**Problem description:**
Gather up every line from the entries below that uses the word "write".

══ Task material ══

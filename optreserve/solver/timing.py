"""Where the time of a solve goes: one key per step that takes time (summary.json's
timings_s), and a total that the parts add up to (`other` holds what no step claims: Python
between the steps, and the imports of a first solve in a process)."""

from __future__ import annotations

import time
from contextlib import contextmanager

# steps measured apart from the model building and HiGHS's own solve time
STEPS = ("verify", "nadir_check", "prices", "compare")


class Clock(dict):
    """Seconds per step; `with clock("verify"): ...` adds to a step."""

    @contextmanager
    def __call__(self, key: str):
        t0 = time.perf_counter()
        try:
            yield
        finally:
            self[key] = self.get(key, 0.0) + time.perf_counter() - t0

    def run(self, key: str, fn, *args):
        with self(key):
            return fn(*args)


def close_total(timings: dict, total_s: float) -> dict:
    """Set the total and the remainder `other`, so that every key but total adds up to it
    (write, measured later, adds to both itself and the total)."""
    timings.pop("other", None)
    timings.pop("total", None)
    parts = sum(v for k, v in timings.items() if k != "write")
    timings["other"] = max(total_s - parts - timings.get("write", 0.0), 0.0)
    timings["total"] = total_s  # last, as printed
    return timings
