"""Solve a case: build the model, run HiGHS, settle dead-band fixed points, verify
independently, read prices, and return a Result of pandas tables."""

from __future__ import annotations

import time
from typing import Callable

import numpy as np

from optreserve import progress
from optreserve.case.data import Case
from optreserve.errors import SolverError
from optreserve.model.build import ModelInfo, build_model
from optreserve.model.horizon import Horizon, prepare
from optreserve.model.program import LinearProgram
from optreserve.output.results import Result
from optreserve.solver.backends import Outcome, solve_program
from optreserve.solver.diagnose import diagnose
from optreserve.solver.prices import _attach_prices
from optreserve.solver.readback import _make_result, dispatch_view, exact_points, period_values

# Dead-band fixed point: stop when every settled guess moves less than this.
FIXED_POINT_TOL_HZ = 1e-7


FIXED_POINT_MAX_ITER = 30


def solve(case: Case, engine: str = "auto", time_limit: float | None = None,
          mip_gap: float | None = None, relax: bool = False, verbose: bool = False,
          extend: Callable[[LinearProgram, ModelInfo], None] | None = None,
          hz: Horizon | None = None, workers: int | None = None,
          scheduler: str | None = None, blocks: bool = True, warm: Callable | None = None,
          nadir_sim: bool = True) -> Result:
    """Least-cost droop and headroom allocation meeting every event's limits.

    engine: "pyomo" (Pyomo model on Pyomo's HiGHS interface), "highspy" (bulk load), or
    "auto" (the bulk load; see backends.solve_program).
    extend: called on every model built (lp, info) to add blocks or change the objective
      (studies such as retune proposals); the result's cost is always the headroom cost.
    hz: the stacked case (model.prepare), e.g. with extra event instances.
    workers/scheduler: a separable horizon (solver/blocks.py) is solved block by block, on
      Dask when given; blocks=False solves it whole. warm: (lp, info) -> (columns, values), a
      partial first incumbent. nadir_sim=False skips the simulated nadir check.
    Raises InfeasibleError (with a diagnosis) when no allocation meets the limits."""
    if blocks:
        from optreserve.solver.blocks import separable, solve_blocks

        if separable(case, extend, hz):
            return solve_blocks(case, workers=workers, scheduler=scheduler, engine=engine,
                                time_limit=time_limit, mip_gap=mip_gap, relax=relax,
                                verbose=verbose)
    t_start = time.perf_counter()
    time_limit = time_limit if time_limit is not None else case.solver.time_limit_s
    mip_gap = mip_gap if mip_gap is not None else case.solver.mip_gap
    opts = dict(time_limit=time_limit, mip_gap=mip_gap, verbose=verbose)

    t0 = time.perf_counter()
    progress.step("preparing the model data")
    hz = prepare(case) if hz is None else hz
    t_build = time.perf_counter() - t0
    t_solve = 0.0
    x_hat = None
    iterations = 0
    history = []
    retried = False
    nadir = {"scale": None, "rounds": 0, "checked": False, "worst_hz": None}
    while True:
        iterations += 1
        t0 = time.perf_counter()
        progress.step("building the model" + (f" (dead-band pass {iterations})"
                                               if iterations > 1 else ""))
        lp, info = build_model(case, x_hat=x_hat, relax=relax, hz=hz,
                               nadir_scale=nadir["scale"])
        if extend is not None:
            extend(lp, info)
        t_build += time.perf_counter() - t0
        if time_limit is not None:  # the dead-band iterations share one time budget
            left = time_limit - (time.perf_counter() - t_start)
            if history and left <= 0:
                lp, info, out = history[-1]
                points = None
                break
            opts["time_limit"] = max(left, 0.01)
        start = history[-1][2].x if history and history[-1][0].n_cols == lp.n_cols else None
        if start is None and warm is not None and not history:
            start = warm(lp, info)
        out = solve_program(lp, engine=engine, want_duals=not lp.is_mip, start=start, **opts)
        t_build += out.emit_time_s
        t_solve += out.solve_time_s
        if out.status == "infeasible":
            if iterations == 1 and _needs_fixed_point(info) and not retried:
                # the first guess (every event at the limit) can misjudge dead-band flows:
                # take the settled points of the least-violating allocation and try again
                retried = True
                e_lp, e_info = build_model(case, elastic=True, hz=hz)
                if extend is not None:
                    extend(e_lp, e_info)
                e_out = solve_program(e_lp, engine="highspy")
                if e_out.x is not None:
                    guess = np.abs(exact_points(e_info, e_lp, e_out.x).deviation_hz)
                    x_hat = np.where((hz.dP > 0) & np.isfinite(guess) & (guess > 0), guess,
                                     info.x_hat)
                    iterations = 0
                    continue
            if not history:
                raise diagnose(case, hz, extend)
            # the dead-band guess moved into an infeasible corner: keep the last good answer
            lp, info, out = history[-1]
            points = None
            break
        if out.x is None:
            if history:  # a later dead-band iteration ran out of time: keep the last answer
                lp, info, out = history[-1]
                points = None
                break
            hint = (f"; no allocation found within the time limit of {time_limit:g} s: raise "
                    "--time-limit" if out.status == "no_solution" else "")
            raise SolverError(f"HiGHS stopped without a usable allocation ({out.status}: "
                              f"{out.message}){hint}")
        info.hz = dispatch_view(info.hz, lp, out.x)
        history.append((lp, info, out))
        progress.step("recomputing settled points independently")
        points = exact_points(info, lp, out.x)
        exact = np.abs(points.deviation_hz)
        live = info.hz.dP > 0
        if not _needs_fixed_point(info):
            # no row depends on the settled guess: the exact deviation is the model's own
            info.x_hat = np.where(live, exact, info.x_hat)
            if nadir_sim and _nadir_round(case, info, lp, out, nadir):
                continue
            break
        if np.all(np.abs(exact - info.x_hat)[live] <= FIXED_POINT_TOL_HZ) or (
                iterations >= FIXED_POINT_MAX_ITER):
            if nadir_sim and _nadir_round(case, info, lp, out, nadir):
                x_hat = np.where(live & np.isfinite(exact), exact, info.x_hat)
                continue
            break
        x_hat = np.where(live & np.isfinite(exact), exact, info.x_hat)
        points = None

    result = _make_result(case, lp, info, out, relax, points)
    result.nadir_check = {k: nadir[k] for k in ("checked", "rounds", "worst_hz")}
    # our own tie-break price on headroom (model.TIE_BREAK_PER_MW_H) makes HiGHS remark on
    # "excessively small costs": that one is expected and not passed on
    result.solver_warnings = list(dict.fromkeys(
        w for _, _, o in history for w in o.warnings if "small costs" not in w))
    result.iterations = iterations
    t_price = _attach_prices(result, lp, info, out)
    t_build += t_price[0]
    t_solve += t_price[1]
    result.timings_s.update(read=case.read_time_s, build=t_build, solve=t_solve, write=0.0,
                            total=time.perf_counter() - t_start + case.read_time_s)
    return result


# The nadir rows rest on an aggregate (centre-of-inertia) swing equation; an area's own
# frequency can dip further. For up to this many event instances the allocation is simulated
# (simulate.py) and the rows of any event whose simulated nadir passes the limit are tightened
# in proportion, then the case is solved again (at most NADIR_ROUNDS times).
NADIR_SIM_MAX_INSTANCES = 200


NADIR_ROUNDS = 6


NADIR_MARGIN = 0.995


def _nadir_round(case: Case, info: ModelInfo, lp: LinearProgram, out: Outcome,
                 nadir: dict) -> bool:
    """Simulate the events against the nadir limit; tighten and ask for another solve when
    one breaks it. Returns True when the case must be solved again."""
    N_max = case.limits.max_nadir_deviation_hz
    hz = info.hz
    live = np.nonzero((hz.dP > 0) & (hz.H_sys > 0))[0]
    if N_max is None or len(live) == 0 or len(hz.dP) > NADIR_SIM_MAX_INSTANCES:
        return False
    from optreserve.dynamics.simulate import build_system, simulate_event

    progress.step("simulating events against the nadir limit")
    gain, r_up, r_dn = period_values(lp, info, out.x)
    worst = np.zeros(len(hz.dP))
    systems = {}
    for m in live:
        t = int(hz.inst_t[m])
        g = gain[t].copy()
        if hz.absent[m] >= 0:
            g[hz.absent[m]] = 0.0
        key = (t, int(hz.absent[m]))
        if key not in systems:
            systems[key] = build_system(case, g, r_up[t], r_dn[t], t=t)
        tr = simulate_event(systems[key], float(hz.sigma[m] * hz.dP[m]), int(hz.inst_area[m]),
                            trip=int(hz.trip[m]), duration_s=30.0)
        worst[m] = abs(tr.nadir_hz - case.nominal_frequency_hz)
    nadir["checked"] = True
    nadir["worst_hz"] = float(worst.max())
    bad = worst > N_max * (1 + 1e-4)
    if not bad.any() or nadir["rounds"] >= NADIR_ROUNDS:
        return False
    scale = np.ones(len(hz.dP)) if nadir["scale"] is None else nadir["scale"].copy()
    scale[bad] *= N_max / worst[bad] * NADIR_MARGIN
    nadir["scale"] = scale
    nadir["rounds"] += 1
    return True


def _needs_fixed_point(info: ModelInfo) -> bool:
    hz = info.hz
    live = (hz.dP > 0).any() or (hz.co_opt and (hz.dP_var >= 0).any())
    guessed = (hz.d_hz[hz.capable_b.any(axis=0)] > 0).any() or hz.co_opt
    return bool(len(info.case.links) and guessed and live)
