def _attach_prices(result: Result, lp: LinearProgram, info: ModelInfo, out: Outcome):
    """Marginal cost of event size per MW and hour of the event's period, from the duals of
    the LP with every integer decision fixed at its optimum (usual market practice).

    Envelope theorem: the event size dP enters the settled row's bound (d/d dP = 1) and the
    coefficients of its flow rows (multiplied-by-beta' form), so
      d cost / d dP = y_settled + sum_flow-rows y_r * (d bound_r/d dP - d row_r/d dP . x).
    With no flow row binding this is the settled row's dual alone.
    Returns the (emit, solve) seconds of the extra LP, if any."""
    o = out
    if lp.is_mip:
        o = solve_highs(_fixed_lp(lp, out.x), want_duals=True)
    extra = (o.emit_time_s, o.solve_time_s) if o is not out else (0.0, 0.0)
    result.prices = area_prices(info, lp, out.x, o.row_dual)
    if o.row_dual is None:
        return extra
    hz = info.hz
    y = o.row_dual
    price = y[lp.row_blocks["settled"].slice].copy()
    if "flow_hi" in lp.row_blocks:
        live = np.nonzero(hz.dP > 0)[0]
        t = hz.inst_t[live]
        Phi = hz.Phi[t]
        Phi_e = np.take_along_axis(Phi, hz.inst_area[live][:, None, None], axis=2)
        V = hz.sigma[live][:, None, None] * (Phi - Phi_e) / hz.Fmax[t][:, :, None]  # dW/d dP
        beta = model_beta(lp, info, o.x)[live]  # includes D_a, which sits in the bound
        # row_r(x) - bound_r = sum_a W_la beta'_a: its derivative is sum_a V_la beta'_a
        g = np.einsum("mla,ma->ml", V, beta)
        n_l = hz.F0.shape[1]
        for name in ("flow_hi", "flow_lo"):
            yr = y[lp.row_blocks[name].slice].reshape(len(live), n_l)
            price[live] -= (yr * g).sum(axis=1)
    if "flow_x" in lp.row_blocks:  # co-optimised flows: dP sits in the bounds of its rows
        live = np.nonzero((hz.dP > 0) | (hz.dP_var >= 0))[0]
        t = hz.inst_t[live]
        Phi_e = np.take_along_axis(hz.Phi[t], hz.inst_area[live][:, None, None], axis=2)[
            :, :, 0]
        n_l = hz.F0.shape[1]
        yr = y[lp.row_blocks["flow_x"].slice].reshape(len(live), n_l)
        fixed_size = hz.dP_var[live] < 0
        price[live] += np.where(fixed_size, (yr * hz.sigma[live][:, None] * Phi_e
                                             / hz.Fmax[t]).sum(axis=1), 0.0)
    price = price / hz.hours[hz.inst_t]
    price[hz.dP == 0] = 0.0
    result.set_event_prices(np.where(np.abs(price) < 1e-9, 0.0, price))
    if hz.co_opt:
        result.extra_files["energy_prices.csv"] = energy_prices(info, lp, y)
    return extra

═══

**Problem solution:**
    (write, measured later, adds to both itself and the total)."""
    parts = sum(v for k, v in timings.items() if k != "write")
    timings["other"] = max(total_s - parts - timings.get("write", 0.0), 0.0)
    result.timings_s.update(read=case.read_time_s, build=t_build, solve=t_solve, write=0.0,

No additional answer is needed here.